In the records that follow, find the line with "prof, err := profileCSV(csvPath)"; from there, retype every line exactly through the line with "if err := writeWith(dest, func(w", which also belongs to the answer.
** SUPPLIED MATERIAL follows **
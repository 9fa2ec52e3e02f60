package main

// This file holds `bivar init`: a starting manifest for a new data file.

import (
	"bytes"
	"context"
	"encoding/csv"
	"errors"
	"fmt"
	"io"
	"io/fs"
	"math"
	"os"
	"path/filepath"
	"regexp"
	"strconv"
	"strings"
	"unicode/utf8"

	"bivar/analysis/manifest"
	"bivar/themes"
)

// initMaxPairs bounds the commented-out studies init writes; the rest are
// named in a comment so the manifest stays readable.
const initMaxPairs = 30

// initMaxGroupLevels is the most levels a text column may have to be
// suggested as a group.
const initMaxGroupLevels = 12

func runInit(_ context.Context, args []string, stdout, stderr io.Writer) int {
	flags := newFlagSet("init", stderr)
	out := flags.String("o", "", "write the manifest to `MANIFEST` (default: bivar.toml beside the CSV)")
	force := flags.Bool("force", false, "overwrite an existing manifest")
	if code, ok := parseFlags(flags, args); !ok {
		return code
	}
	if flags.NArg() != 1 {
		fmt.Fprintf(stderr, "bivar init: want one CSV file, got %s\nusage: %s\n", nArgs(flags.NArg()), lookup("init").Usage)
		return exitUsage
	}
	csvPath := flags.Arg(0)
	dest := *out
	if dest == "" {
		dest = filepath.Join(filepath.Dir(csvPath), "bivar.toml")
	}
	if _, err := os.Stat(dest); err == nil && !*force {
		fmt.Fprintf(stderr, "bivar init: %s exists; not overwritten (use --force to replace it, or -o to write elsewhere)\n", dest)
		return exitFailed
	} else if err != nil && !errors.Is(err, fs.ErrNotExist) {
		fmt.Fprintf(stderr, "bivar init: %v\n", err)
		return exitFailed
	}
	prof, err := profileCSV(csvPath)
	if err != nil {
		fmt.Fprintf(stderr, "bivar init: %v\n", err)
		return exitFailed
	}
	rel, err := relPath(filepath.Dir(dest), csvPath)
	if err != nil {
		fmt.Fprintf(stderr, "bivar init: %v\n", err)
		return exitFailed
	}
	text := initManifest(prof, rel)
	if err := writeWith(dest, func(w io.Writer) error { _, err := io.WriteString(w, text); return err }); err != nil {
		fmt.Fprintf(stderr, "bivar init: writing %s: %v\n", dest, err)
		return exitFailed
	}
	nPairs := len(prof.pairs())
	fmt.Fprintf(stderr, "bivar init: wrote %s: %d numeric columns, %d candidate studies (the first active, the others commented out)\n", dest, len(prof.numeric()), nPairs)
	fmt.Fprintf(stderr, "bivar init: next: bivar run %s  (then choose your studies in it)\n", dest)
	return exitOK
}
** End of SUPPLIED MATERIAL **
• _OUTPUT FOR THIS TASK_
	prof, err := profileCSV(csvPath)
	if err != nil {
		fmt.Fprintf(stderr, "bivar init: %v\n", err)
		return exitFailed
	}
	rel, err := relPath(filepath.Dir(dest), csvPath)
	if err != nil {
		fmt.Fprintf(stderr, "bivar init: %v\n", err)
		return exitFailed
	}
	text := initManifest(prof, rel)
	if err := writeWith(dest, func(w io.Writer) error { _, err := io.WriteString(w, text); return err }); err != nil {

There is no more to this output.